- [Problem details]: Using the data below, return all lines in which "scaleLinear" appears.

- [Task material]:
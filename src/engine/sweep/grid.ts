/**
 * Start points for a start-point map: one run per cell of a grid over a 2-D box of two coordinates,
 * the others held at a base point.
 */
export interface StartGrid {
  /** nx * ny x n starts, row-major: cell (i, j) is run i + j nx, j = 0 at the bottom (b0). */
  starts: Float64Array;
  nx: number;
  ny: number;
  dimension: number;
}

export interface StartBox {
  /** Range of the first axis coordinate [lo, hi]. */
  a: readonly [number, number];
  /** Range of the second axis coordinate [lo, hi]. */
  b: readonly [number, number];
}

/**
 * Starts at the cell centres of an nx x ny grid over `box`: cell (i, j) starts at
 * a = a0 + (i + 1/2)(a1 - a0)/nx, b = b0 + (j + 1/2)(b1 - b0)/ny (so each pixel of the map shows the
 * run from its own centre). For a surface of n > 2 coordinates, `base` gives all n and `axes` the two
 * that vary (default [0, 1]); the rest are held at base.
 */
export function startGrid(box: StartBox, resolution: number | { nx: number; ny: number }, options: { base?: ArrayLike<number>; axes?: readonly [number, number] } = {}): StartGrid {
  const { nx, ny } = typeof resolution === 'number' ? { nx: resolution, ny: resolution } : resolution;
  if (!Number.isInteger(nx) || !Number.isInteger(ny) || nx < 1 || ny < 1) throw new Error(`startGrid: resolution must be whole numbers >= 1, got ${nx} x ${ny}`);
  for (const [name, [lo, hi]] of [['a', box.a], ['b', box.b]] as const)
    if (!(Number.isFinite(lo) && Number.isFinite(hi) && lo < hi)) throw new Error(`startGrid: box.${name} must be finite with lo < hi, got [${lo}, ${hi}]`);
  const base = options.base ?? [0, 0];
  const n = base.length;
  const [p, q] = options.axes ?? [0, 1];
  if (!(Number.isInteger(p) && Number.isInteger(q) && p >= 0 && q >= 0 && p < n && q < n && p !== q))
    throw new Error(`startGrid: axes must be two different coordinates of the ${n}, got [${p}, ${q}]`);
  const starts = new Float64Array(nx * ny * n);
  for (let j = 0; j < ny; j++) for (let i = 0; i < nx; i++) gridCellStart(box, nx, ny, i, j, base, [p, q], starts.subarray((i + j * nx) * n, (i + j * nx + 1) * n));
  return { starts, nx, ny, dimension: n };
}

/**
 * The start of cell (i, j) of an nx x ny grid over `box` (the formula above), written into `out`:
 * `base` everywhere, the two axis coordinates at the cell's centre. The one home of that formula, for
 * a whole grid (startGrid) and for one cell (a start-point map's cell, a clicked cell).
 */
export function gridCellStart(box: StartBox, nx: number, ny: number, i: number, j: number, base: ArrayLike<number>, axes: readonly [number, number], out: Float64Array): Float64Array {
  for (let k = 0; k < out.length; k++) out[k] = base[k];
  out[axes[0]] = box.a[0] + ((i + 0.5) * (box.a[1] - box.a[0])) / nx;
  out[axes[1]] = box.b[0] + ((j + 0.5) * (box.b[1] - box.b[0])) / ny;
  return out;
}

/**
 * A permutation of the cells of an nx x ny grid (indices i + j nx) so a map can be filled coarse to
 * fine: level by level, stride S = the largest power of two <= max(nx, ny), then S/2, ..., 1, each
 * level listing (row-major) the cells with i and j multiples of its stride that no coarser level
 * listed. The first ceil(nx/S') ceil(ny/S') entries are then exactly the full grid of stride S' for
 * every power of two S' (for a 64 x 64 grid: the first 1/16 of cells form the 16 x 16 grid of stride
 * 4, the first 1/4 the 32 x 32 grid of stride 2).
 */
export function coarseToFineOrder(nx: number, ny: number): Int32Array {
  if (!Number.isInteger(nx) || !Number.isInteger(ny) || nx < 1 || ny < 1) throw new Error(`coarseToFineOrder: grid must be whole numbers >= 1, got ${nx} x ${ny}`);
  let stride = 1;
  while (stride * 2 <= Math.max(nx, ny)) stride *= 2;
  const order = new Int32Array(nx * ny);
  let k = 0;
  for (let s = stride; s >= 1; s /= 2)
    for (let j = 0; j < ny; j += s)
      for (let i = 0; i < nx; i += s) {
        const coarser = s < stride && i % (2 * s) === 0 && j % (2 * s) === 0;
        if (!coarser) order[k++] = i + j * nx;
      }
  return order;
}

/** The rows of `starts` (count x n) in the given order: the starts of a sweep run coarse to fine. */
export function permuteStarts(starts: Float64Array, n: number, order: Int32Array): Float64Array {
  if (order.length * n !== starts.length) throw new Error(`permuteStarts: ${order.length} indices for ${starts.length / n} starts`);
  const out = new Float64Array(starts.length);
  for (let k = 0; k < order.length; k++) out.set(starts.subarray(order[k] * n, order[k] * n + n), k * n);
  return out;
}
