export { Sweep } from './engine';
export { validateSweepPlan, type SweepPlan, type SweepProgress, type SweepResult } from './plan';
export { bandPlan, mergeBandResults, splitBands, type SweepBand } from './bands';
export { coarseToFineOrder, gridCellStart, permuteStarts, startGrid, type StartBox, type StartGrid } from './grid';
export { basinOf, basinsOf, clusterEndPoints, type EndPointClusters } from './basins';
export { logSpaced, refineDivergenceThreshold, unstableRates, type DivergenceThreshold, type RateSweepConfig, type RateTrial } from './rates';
==
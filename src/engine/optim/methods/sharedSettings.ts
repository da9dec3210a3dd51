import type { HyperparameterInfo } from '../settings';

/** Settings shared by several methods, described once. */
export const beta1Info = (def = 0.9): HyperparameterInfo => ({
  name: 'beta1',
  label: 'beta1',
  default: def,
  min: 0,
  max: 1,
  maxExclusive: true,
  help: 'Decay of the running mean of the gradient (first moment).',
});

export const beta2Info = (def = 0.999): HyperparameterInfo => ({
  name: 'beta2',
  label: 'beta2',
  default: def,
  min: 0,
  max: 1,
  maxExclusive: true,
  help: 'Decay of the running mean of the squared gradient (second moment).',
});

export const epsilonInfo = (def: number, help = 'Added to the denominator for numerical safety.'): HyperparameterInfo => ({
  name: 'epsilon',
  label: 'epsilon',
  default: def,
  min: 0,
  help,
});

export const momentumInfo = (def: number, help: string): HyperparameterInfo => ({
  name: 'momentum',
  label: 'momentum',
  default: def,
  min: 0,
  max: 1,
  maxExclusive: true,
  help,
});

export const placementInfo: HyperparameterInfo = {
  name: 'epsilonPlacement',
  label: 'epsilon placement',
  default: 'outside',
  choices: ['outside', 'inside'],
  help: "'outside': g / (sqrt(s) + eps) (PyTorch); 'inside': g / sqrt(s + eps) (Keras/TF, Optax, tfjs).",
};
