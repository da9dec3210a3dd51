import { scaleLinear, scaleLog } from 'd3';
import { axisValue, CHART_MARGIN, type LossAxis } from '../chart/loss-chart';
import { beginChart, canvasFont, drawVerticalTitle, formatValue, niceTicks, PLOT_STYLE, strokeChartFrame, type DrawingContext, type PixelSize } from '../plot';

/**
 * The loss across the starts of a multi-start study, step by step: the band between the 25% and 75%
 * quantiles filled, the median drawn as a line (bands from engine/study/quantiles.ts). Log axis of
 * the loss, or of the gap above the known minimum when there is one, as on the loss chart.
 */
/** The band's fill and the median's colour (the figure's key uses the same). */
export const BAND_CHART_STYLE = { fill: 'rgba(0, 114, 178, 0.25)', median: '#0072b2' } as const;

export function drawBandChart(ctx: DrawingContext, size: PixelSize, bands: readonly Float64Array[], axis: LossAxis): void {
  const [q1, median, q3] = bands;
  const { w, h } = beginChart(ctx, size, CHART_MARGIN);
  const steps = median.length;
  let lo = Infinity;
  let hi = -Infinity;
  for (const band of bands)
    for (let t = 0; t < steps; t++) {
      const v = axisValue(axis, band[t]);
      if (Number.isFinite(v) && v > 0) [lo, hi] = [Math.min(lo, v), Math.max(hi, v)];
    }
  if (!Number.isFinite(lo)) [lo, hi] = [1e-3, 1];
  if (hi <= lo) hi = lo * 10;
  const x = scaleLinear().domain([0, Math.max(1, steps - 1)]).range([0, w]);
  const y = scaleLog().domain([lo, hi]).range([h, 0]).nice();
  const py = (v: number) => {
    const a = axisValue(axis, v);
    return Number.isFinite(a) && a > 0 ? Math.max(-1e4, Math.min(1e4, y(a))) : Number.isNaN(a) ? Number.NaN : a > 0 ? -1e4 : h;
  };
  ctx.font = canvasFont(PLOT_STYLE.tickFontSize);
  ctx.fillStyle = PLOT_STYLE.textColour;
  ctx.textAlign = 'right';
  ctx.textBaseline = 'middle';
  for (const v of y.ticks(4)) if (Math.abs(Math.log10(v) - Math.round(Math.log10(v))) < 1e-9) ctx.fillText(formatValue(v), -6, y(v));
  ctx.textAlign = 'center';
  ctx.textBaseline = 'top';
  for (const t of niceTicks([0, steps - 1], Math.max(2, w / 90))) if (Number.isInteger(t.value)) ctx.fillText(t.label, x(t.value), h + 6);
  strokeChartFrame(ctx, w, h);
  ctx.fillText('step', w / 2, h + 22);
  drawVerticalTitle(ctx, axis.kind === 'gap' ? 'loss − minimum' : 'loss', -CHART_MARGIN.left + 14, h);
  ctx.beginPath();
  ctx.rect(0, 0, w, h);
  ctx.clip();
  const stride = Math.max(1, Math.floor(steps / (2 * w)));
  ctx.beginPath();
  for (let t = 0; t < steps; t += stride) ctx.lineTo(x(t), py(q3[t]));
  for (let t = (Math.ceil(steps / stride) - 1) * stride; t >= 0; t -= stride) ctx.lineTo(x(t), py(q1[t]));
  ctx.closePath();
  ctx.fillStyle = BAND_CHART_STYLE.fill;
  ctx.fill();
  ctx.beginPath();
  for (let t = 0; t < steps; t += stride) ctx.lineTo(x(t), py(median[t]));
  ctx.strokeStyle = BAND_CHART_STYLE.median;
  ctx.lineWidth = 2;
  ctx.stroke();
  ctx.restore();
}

- [Exercise output]:
import { scaleLinear, scaleLog } from 'd3';
  const x = scaleLinear().domain([0, Math.max(1, steps - 1)]).range([0, w]);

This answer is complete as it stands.